Among filmmakers, there is a growing sense that Hollywood has entered the era of corporate documentary. “It’s a good skeptical lens to apply because it’s a force in what shapes our storytelling now that we need to pay close attention to,” Toronto Film Festival documentary programmer Thom Powers told Variety a year ago.
Powers has selected Gabriela Cowperthwaite’s ‘The Grab’ docu to premiere at this year’s TIFF. The film, which exposes land grabs carried out by international governments and other powerful agencies trying to secure food and water outside their borders, premiered on September 8. It hasn’t found a buyer yet, but if Powers is right and this is the era of the documentary business, anyone can guess if a streaming service will support a film that takes large oscillations in China and Saudi Arabia.
Documentary makers have paid close attention to what streamers are buying – and what’s shown at major festivals. The 2022 docu-lineups for South by Southwest and Tribeca Festival, for example, were both celebrity-heavy.
Camille Hardman and Gary Lane’s “Still Working 9 to 5” focused on the origins and success of the 1980 film “9 to 5,” while also addressing gender inequality and workplace discrimination. work, but despite filmed interviews with and audience support from “9 to 5” stars Jane Fonda, Dolly Parton and Lily Tomlin, the film has no distributor. That’s also the case with Casey Neistat’s “Under the Influence,” about 23-year-old YouTube phenom David Dobrik. Another non-political film from SXSW still looking for distribution is Jessica Edwards’ “Skate Dreams,” about the rise of women’s skateboarding.

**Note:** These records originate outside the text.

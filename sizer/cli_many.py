"""`sizer schedule` and `sizer span-table`: many members or many cells in one run, on the local cores
(--jobs) or on a Dask cluster (--cluster). Thin typer layer; the work is in sizer.schedule,
sizer.span_table and sizer.parallel, the output in sizer.render.schedule."""

from __future__ import annotations

import sys
from pathlib import Path
from typing import Any, Callable, List, Optional

import typer

from sizer.cli_common import CATALOGUE_OPTION, FAMILY_OPTION, JSON_OPTION, guarded, unit_system, units_option
from sizer.errors import InputError

JOBS_OPTION = typer.Option(None, "--jobs", help="Local processes to use (default and at most: every core).", show_default=False)
CLUSTER_OPTION = typer.Option(None, "--cluster", help="Run on the Dask scheduler at this address, e.g. tcp://10.0.0.5:8786 "
                              "(pip install 'sizer\\[cluster]'; the workers need sizer installed).")
CSV_OPTION = typer.Option(None, "--csv", help="Also write the rows as CSV (SI base units) to this file.")
UNITS_OPTION = units_option("m, kN, kg", "ft, kip, lb", "; JSON and CSV stay in SI")


def register(app: typer.Typer) -> None:
    """Add the commands to the main app."""
    app.command(name="schedule")(schedule)
    app.command(name="span-table")(span_table)


def jobs_option(text: str | None) -> int | None:
    """--jobs as a whole number of 1 or more (more than the cores run on the cores); InputError otherwise."""
    if text is None:
        return None
    digits = text.strip()
    if not digits.isascii() or not digits.isdigit() or int(digits[:12]) < 1:
        raise InputError("", "--jobs", f"{text[:40]!r} is not a number of processes", "give --jobs 1 or more (default: every core)")
    return int(digits[:12]) if len(digits) <= 12 else 10**12


def _check_output(path: Optional[Path], suffixes: tuple[str, ...], option: str, inputs: list[Path]) -> None:
    """Before any work: `path` ends in one of `suffixes` and sizer may write it (files.check_output:
    not an input, an existing folder it can write, not read-only)."""
    from sizer.files import check_output

    if path is None:
        return
    if path.suffix.lower() not in suffixes:
        raise InputError("", option, f"cannot write {str(path)!r}: the file name must end in {' or '.join(suffixes)}",
                         f"give a name such as out{suffixes[0]}")
    check_output(path, option, inputs)


def _records_folder(out: Path) -> Path:
    """Where a schedule's HTML record puts each member's calculation record: OUT_records/ beside it."""
    return out.with_name(out.stem + "_records")


@guarded
def schedule(
    file: Path = typer.Argument(..., help="Schedule file (TOML, or CSV with a header row).", show_default=False),
    catalogue: Optional[List[Path]] = CATALOGUE_OPTION,
    jobs: Optional[str] = JOBS_OPTION,
    cluster: Optional[str] = CLUSTER_OPTION,
    keep_going: bool = typer.Option(False, "--keep-going", help="Run the good rows when some are bad; list the bad ones at the end (exit 2)."),
    json_output: bool = JSON_OPTION,
    csv_out: Optional[Path] = CSV_OPTION,
    out: Optional[Path] = typer.Option(None, "-o", "--out", help="Write an HTML record of the schedule, linking each member's calculation record."),
    units_system: str = UNITS_OPTION,
) -> int:
    """Size or check every member of a schedule: one table, totals by section, the cautions.
    Exit 0 all pass, 1 a member fails, 2 bad input."""
    from sizer.cache_store import require_writable_cache
    from sizer.files import check_record_folder
    from sizer.render.schedule import schedule_csv, schedule_renderables
    from sizer.schedule import read_schedule, run_schedule, schedule_json

    processes, system, catalogues = jobs_option(jobs), unit_system(units_system), catalogue or []
    inputs = [file, *catalogues]
    written = [(csv_out, (".csv",), "--csv"), (out, (".html", ".htm"), "-o")]
    _check_outputs(written, inputs)
    if out is not None:
        check_record_folder(_records_folder(out), "-o")
    require_writable_cache()
    plan = read_schedule(file)
    _check_outputs(written, inputs + [plan.path.parent / row.file for row in plan.rows])
    from sizer.render.report import report_html

    result = run_schedule(plan, catalogues, processes, cluster, keep_going, record=report_html if out is not None else None)
    document = schedule_json(result)
    outputs: list[tuple[Path, str | bytes]] = [(csv_out, schedule_csv(document))] if csv_out is not None else []
    if out is not None:
        outputs += _schedule_record(out, document, result.records, system)
    _write_and_show(outputs, document, json_output, lambda width: schedule_renderables(document, system))
    if result.errors:
        return 2
    return 0 if document["totals"]["passes"] else 1


@guarded
def span_table(
    file: Path = typer.Argument(..., help="Span-table file (TOML).", show_default=False),
    catalogue: Optional[List[Path]] = CATALOGUE_OPTION,
    family: Optional[List[str]] = FAMILY_OPTION,
    jobs: Optional[str] = JOBS_OPTION,
    cluster: Optional[str] = CLUSTER_OPTION,
    json_output: bool = JSON_OPTION,
    csv_out: Optional[Path] = CSV_OPTION,
    plot: Optional[Path] = typer.Option(None, "--plot", help="Draw load against span, one curve per section, to a PNG or SVG file."),
    units_system: str = UNITS_OPTION,
) -> int:
    """For each catalogue section, the longest span for each load, or the largest load at each span,
    found on the full check. Exit 0 done, 2 bad input."""
    from sizer.cache_store import require_writable_cache
    from sizer.render.schedule import span_plot_bytes, span_table_csv, span_table_renderables
    from sizer.results.schedule import span_table_document
    from sizer.span_table import read_span_table, run_span_table

    processes, system, catalogues = jobs_option(jobs), unit_system(units_system), catalogue or []
    inputs = [file, *catalogues]
    _check_output(csv_out, (".csv",), "--csv", inputs)
    if plot is not None:
        from sizer.files import check_output
        from sizer.render.plots import check_plot_path

        check_plot_path(plot)
        check_output(plot, "--plot", inputs)
    require_writable_cache()
    spec = read_span_table(file)
    from sizer.render.sections import with_build_progress

    result = run_span_table(spec, catalogues, family or [], processes, cluster, build_progress=with_build_progress)
    document = span_table_document(spec.title, spec.mode, result.sections, result.notes, spec.resolution)
    outputs: list[tuple[Path, str | bytes]] = [(csv_out, span_table_csv(document))] if csv_out is not None else []
    if plot is not None:
        outputs.append((plot, span_plot_bytes(document, check_plot_path(plot), system)))
    _write_and_show(outputs, document, json_output, lambda width: span_table_renderables(document, width, system))
    return 0


def _check_outputs(outputs: list[tuple[Path | None, tuple[str, ...], str]], inputs: list[Path]) -> None:
    """_check_output on each (path, suffixes, option)."""
    for path, suffixes, option in outputs:
        _check_output(path, suffixes, option, inputs)


def _schedule_record(out: Path, document: dict, records: dict[str, str], system: str) -> list[tuple[Path, str | bytes]]:
    """(path, text) of each member's calculation record in OUT_records/, then of OUT.html itself."""
    from sizer.render.schedule import record_names, schedule_html

    folder = _records_folder(out)
    names = record_names([row["mark"] for row in document["members"] if row["mark"] in records])
    written: list[tuple[Path, str | bytes]] = [(folder / name, records[mark]) for mark, name in names.items()]
    return written + [(out, schedule_html(document, {mark: f"{folder.name}/{name}" for mark, name in names.items()}, system))]


def _write_and_show(outputs: list[tuple[Path, str | bytes]], document: dict, json_output: bool, parts: Callable[[int], list[Any]]) -> None:
    """Write every output file (none left behind if one fails), then show the document: JSON on
    stdout, or on the terminal the `parts` for its width."""
    from sizer.files import write_all
    from sizer.render.common import console, dumps

    write_all(outputs)
    if json_output:
        sys.stdout.write(dumps(document) + "\n")
        return
    terminal = console()
    for part in parts(terminal.width):
        terminal.print(part)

In June at the Tribeca Festival, four celebrity-led docuseries premiered, including Sean Mullin’s “It Ain’t Over” (about baseball legend Yogi Berra), “On the Line: The Richard Williams Story” by Stuart McClave (about Venus and Serena Williams’ father), “Butterly in the Sky” by Bradford Thomason and Brett Whitcomb (about the PBS children’s series “Reading Rainbow” and its iconic host LeVar Burton), and ” Subject” by Jennifer Tiexiera and Camilla Hall, about documentary stars including Michael Peterson (“The Staircase”) and the ethics of non-fiction filmmaking. All four documentaries are still on the festival circuit and still looking for distribution. Politically oriented Tribeca documentaries, including Cynthia Lowen’s “Battleground” (about abortion), Josh Alexander’s “Loudmouth” (about Al Sharpton) and “Rudy! A Documusical” (about Rudy Giuliani), also failed to find SVOD distribution. (Abramorama and Roco Films will release “Battleground” in theaters on October 7.)
“It takes a little longer than normal,” says Cinetic Media’s Jason Ishikawa. “Part of it is simply because it was the summer and the instability of the market that shook all sectors of the market, not just the cinema. This is frustrating for a lot of people, especially because Tribeca has created a lot of high-profile business documentaries about famous people or big news stories that can really work in the market.
But Ishikawa adds that all is not lost for the docuseries which have caused a stir on the festival circuit this year but have not found takers.
“That’s not a bad thing, necessarily,” he said. “I understand the concern, but the reality is that there are enough distributors who need content who aren’t producing it themselves. HBO, Netflix, Showtime, they’ve always created their own content, but they’re always looking to complement it, and non-fiction is usually a much better and profitable acquisition than a high-end star-studded scripted movie.